Только некоторые из работающих молча, едва приподнимая ломы, вторили звукам песни вздохами; в этом числе был Аврелий и старый слуга его.
После песни, тюремный староста начал рассказывать свою повесть.
IX. Повесть тюремного старосты
Ну, господа, извольте слушать. Видите ли, — купецкой я сын. Уродился хорош, пригож, досуж и вежлив. Бывало— прилегайте вы кудри черные к лицу белому, румяному! привыкайте вы люди добрые к уму разуму, да к обычью молодецкому!

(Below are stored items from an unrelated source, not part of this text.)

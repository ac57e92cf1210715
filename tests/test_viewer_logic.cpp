// The map window's logic without GL: camera, picking, selection, interaction, scene building,
// input scripts. Drives MapView over MockRenderer and a StillFeed.
#include <doctest/doctest.h>

#include <algorithm>
#include <cmath>
#include <map>
#include <random>
#include <set>
#include <tuple>

#include "viewer/cli/synthetic_collection.h"
#include "viewer/scene/camera.h"
#include "viewer/scene/map_feed.h"
#include "viewer/scene/map_interaction.h"
#include "viewer/scene/map_view.h"
#include "viewer/scene/picking.h"
#include "viewer/window/input_script.h"

namespace kith {
namespace {

constexpr float kPixelTol = 0.05f;  // pixels, float round trips through the projection
constexpr float kWorldTol = 1e-3f;  // relative to the map's size

// A camera on a W x H viewport turned to YAW.
Camera camera_at(int w, int h, float yaw) {
  Camera cam;
  cam.set_viewport(w, h);
  CameraPose p;
  p.yaw = yaw;
  cam.set_pose(p);
  return cam;
}

std::vector<glm::vec3> random_points(size_t n, uint64_t seed, float spread = 10.f) {
  std::mt19937_64 rng(seed);
  std::uniform_real_distribution<float> u(-spread, spread);
  std::vector<glm::vec3> p(n);
  for (auto& x : p) x = glm::vec3(u(rng), u(rng), u(rng));
  return p;
}

Points to_points(const std::vector<glm::vec3>& p) {
  Points y(Eigen::Index(p.size()), 3);
  for (size_t i = 0; i < p.size(); ++i) y.row(Eigen::Index(i)) << p[i].x, p[i].y, p[i].z;
  return y;
}

TEST_CASE("viewer camera: the target projects to the centre, the facing plane inverts the projection") {
  Camera cam;
  cam.set_viewport(800, 600);
  CameraPose pose;
  pose.target = glm::vec3(1, 2, 3);
  pose.yaw = 0.7f;
  pose.pitch = -0.4f;
  pose.distance = 15.f;
  cam.set_pose(pose);
  const Projected c = cam.project(pose.target);
  REQUIRE(c.visible);
  CHECK(c.screen.x == doctest::Approx(400).epsilon(1e-5));
  CHECK(c.screen.y == doctest::Approx(300).epsilon(1e-5));
  CHECK(c.depth == doctest::Approx(15.f).epsilon(1e-5));
  // Any point: project it, then cast back through its pixel onto the plane through it.
  for (const glm::vec3& p : random_points(50, 3, 4.f)) {
    const Projected pp = cam.project(p);
    REQUIRE(pp.visible);
    const glm::vec3 back = cam.on_facing_plane(pp.screen, p);
    CHECK(glm::length(back - p) < kWorldTol * 10.f);
  }
  // A point behind the eye is not visible.
  CHECK_FALSE(cam.project(cam.eye() - cam.forward() * 2.f).visible);
}
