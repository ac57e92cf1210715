// kith describe on a designer's folder: subfolders become the tag 'folder', kith's own PNGs (a map
// rendered into the same folder) are never read back as pictures, and kith check finds nothing to
// warn about in what describe wrote. Also the PNG mark itself (solver/io/png_file.h).
#include <doctest/doctest.h>
#include <stb_image.h>
#include <stb_image_write.h>

#include <filesystem>
#include <random>
#include <string>
#include <vector>

#include "solver/io/collection.h"
#include "solver/io/png_file.h"
#include "tests/approx.h"
#include "tests/sessions_support.h"

namespace {

using kith::test::file_bytes;
using kith::test::run_kith;
using kith::test::run_shell;
using kith::test::write_bytes;

// A PNG from another encoder than kith's: stb_image_write's, unmarked.
std::string foreign_png(const std::vector<uint8_t>& px, int w, int h) {
  std::string out;
  stbi_write_png_to_func(
      [](void* context, void* data, int size) {
        static_cast<std::string*>(context)->append(static_cast<const char*>(data), size_t(size));
      },
      &out, w, h, 3, px.data(), w * 3);
  return out;
}

// A noisy picture around one colour (fixed seed per picture).
std::vector<uint8_t> noisy(int w, int h, int r, int g, int b, uint32_t seed) {
  std::mt19937 rng(seed);
  std::normal_distribution<double> noise(0.0, 20.0);
  std::vector<uint8_t> px(size_t(w * h * 3));
  const int base[3] = {r, g, b};
  for (size_t i = 0; i < px.size(); ++i) px[i] = uint8_t(std::clamp(base[i % 3] + noise(rng), 0.0, 255.0));
  return px;
}

}  // namespace

TEST_CASE("describe folders: every PNG kith writes is marked, other PNGs are not, and the mark keeps the pixels") {
  const auto px = noisy(17, 9, 120, 80, 40, 3);
  const std::string ours = kith::png_bytes(px.data(), 17, 9, 3);
  const std::string theirs = foreign_png(px, 17, 9);
  CHECK(kith::is_kiths_png(ours));
  CHECK_FALSE(kith::is_kiths_png(theirs));
  CHECK_FALSE(kith::is_kiths_png("not a picture"));
  CHECK(kith::mark_png_as_kiths("not a picture") == "not a picture");
  const std::string marked = kith::mark_png_as_kiths(theirs);
  CHECK(kith::is_kiths_png(marked));
  CHECK(marked.size() == theirs.size() + 12 + 13);  // length, type, CRC + "Software\0kith"
  int w = 0, h = 0, n = 0;
  unsigned char* back = stbi_load_from_memory(reinterpret_cast<const unsigned char*>(marked.data()),
                                              int(marked.size()), &w, &h, &n, 3);
  REQUIRE(back);
  CHECK(std::vector<uint8_t>(back, back + px.size()) == px);
  stbi_image_free(back);

  // An outside reader: Pillow (python3-pil, through Debian's /usr/bin/python3) checks the chunk's
  // CRC as it reads and reports the text as the picture's 'Software'.
  const std::string dir = kith::test::temp_dir("describe-mark");
  write_bytes(dir + "/marked.png", marked);
  const auto pil = run_shell(
      "/usr/bin/python3 -c \"from PIL import Image; im = Image.open('" + dir +
      "/marked.png'); im.load(); print(im.info.get('Software'), im.size[0], im.size[1])\" 2>&1");
  if (pil.output.find("No module named") != std::string::npos || pil.code == 127) {
    MESSAGE("skipped the Pillow check: /usr/bin/python3 with PIL not found");
  } else {
    CHECK(pil.output == "kith 17 9\n");
  }
}

TEST_CASE("describe folders: subfolders become the tag, kith's own map is left out, kith check has no warnings") {
  namespace fs = std::filesystem;
  const std::string dir = kith::test::temp_dir("describe-folders");
  const std::string cards = dir + "/cards";
  const char* const families[] = {"linen", "slate", "moss"};
  const int colours[3][3] = {{200, 190, 170}, {70, 80, 95}, {90, 130, 60}};
  for (int f = 0; f < 3; ++f) {
    fs::create_directories(cards + "/" + families[f]);
    for (int i = 0; i < 5; ++i)
      write_bytes(cards + "/" + families[f] + "/" + families[f] + std::to_string(i) + ".png",
                  foreign_png(noisy(40, 30, colours[f][0], colours[f][1], colours[f][2], uint32_t(10 * f + i)), 40, 30));
  }
  write_bytes(cards + "/loose.png", foreign_png(noisy(30, 30, 128, 128, 128, 99), 30, 30));

  REQUIRE(run_kith("describe " + cards + " -o " + dir + "/first.csv").code == 0);
  // A map of it rendered into the pictures' own folder, as a designer might keep it.
  REQUIRE(run_kith("render " + dir + "/first.csv -o " + cards + "/map.png --iterations 50").code == 0);
  REQUIRE(kith::is_kiths_png_file(cards + "/map.png"));

  const auto again = run_kith("describe " + cards + " -o " + dir + "/features.csv");
  REQUIRE(again.code == 0);
  CHECK(again.output.find("left out " + cards + "/map.png: a picture kith made") != std::string::npos);
  CHECK(again.output.find("16 pictures") != std::string::npos);

  kith::LoadOptions load;
  const kith::Collection c = kith::load_collection(dir + "/features.csv", load);
  REQUIRE(c.size() == 16);
  for (const auto& id : c.ids) CHECK(id.find("map") == std::string::npos);
  REQUIRE(c.tags.size() == 1);
  CHECK(c.tags[0].name == "folder");
  for (size_t i = 0; i < c.size(); ++i) {
    const std::string expected = c.ids[i] == "loose" ? "(top folder)" : c.ids[i].substr(0, c.ids[i].find('/'));
    CHECK(c.tags[0].values[i] == expected);
  }
  CHECK(c.warnings.empty());
  const auto check = run_kith("check " + dir + "/features.csv");
  CHECK(check.code == 0);
  CHECK(check.output.find("warnings:        0") != std::string::npos);
  CHECK(check.output.find("folder: 4 values") != std::string::npos);
}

У отца моего была малая толика в ходу, другая товаром, а третья наличною звонкой монетой. Ассигнаций терпеть он не мог: то деньги, говаривал, что огонь и воду пройдут, как наш брат. Стукнуло мне двадцать без двух; на Ростовской ярмонке, вторую масленицу правил я как долг велит. Понатерся около смышленых на все руки; да без своего капитала плохо. Вот, как родной-то приказал долго жить, я и выдвинул все наружу, пошёл поигрывать в бильярты, да в шахматы, во все игры немецкия, да молодецкия; тут-то, братцы, винная река, по сахару текла, во изюм наливалася!
— Грустно вспомнить! промотался, знаете, опохмелиться не чем.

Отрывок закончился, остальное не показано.